Aim of the task
If a line in the records below contains the word "means", copy it.

Stored data:

::::

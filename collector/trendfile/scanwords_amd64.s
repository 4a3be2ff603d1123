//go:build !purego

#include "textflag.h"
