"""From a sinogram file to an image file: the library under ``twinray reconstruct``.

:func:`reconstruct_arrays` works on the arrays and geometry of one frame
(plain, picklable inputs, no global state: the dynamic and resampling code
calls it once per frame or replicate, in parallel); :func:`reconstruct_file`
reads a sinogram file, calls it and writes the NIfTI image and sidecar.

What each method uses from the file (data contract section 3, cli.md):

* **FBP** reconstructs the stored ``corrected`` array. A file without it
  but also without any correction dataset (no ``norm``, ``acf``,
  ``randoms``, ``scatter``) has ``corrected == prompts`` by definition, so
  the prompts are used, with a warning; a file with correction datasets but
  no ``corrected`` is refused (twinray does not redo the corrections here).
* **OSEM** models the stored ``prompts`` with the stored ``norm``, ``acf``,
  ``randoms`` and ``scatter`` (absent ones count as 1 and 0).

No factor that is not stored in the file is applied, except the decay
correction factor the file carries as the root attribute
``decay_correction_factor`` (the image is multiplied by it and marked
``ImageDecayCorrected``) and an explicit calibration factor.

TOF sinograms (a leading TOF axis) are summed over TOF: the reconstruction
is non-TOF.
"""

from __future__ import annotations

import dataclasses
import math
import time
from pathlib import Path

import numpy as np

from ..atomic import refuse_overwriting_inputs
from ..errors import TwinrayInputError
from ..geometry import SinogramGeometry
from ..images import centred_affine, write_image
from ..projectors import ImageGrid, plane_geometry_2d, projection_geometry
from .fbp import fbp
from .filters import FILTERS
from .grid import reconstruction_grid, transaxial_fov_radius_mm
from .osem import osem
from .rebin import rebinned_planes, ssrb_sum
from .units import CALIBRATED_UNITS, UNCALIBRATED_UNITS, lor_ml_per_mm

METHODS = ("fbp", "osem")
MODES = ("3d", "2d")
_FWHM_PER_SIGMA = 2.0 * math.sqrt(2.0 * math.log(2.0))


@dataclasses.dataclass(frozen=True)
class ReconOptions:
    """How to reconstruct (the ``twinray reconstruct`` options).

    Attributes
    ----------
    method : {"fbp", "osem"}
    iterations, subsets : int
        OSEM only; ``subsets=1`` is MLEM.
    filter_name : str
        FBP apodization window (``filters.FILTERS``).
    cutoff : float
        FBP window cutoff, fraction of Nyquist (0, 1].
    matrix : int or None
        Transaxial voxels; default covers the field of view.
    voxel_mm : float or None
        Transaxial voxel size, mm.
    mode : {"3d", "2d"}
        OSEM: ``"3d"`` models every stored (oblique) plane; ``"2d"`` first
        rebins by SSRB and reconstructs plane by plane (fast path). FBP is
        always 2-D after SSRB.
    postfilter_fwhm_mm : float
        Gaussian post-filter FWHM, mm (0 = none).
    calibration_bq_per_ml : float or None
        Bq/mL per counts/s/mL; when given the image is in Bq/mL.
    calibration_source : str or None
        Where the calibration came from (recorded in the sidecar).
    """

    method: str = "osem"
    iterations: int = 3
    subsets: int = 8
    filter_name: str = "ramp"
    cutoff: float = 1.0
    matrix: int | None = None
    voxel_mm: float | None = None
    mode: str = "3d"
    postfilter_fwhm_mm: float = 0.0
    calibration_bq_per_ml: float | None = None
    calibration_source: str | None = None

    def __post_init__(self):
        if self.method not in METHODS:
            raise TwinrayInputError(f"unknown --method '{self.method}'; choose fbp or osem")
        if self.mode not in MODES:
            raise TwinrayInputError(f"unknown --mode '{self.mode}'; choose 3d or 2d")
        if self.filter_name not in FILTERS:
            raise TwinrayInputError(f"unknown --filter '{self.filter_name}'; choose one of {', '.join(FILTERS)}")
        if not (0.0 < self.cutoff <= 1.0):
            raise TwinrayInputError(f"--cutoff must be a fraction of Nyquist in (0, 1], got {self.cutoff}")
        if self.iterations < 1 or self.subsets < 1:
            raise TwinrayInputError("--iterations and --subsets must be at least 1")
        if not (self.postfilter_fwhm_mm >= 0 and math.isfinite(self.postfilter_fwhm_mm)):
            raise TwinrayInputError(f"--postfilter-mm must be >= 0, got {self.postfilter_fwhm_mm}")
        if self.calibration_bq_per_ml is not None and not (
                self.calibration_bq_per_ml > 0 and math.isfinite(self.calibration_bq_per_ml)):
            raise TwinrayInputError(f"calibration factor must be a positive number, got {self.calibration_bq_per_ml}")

::::

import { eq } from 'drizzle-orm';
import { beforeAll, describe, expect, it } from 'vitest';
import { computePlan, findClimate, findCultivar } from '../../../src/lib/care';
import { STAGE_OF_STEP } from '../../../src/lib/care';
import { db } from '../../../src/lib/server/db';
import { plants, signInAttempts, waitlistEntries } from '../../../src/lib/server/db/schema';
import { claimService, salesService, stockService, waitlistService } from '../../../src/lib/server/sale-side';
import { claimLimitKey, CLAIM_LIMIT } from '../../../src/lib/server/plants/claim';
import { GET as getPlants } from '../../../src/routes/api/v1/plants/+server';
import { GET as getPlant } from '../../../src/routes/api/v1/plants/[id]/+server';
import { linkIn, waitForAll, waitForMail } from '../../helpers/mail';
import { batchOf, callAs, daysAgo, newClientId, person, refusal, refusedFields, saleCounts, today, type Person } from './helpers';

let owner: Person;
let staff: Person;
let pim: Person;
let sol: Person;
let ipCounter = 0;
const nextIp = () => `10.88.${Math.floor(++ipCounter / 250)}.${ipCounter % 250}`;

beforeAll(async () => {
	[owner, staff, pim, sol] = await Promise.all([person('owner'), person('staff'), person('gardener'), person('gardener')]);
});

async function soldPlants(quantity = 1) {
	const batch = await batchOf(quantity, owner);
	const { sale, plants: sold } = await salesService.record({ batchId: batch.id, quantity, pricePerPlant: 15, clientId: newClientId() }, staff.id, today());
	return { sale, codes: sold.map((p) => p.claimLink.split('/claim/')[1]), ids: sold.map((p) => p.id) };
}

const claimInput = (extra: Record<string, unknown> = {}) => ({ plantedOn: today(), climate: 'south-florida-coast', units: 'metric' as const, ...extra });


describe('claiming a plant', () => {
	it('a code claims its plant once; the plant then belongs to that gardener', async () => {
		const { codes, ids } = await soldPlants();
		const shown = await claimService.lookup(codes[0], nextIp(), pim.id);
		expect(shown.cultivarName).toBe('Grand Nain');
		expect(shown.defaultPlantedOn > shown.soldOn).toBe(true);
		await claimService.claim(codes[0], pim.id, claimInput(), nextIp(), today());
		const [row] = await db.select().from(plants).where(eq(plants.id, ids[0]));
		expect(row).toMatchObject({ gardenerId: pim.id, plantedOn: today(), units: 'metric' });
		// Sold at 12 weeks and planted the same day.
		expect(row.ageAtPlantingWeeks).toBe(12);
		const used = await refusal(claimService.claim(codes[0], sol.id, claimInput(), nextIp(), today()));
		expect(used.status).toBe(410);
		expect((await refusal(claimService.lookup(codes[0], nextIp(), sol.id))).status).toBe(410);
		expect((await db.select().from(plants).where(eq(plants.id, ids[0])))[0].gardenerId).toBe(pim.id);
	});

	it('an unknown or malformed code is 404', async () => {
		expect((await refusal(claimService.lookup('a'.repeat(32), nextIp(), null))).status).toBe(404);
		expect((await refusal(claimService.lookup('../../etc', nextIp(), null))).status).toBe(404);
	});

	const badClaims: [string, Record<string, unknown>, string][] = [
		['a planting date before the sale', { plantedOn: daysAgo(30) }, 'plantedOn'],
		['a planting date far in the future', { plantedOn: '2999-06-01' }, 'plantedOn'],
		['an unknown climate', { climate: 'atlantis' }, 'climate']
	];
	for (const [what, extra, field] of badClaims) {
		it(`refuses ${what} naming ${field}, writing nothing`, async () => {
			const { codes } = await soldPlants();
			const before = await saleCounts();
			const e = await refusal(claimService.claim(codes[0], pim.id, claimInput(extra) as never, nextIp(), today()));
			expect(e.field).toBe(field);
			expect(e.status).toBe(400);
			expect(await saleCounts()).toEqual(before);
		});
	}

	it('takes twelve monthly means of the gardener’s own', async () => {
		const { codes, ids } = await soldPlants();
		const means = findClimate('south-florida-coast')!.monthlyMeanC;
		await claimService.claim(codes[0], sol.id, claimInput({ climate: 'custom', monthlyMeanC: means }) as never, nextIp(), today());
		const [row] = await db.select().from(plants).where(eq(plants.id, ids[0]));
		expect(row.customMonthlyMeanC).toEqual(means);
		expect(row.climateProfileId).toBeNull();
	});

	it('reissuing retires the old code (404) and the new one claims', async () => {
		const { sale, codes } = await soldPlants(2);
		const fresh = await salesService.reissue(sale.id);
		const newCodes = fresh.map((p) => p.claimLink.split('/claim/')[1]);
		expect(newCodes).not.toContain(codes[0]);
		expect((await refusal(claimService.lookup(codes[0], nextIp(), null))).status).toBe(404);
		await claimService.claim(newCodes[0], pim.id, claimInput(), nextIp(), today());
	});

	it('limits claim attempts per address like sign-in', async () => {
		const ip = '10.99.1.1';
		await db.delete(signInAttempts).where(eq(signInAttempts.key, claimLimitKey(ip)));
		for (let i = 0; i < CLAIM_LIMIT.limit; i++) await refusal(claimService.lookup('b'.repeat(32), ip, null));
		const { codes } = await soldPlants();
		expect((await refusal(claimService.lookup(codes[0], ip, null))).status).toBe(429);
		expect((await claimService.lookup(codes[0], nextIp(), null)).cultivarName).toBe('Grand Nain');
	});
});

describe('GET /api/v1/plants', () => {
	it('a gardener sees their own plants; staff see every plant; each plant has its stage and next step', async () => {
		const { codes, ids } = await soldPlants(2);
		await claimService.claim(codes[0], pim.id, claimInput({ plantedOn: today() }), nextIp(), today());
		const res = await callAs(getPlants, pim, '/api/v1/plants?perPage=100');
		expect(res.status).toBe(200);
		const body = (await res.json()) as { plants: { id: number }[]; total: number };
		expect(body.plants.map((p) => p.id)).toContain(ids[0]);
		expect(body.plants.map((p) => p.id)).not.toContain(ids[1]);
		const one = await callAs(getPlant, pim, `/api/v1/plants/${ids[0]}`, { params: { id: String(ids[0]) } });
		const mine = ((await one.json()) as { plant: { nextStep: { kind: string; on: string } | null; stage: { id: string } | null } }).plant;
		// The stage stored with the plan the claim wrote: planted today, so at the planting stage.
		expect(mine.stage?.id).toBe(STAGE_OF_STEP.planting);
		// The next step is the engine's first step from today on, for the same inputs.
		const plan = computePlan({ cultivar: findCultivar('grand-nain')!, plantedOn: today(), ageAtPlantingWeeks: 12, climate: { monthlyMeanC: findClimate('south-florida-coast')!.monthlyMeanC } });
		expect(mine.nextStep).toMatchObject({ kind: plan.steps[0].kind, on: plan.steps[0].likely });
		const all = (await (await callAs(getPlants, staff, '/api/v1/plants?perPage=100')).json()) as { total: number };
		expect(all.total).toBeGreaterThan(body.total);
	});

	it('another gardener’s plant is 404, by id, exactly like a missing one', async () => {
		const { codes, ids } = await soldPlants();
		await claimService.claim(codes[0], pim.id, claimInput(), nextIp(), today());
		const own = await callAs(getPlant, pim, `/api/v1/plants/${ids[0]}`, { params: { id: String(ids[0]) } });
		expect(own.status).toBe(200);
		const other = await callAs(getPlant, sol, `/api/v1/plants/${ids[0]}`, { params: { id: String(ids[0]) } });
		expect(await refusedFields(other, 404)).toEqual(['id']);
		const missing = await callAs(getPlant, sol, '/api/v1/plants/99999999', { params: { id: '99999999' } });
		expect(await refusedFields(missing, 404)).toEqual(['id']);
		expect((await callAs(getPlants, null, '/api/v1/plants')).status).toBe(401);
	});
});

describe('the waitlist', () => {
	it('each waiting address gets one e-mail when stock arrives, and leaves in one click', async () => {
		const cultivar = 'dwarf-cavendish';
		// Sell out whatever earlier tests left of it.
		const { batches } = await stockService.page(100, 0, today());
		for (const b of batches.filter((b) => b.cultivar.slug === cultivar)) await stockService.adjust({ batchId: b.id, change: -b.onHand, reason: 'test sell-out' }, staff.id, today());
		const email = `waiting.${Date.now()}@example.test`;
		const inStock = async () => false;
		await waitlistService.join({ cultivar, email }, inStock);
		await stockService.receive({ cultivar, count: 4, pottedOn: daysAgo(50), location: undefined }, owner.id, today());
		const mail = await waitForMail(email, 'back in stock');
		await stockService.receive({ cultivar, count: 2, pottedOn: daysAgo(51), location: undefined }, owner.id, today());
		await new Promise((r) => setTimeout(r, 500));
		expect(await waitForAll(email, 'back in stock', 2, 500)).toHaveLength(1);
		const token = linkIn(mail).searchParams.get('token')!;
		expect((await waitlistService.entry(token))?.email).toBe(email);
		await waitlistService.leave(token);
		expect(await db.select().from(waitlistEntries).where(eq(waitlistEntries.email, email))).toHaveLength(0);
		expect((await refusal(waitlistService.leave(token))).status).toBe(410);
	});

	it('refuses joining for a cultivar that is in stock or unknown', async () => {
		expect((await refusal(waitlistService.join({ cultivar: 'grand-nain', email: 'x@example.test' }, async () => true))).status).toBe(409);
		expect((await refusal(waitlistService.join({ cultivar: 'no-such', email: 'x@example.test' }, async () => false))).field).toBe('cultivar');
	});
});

::::

Reply to the task
	it('takes twelve monthly means of the gardener’s own', async () => {
		const means = findClimate('south-florida-coast')!.monthlyMeanC;
		await claimService.claim(codes[0], sol.id, claimInput({ climate: 'custom', monthlyMeanC: means }) as never, nextIp(), today());
		expect(row.customMonthlyMeanC).toEqual(means);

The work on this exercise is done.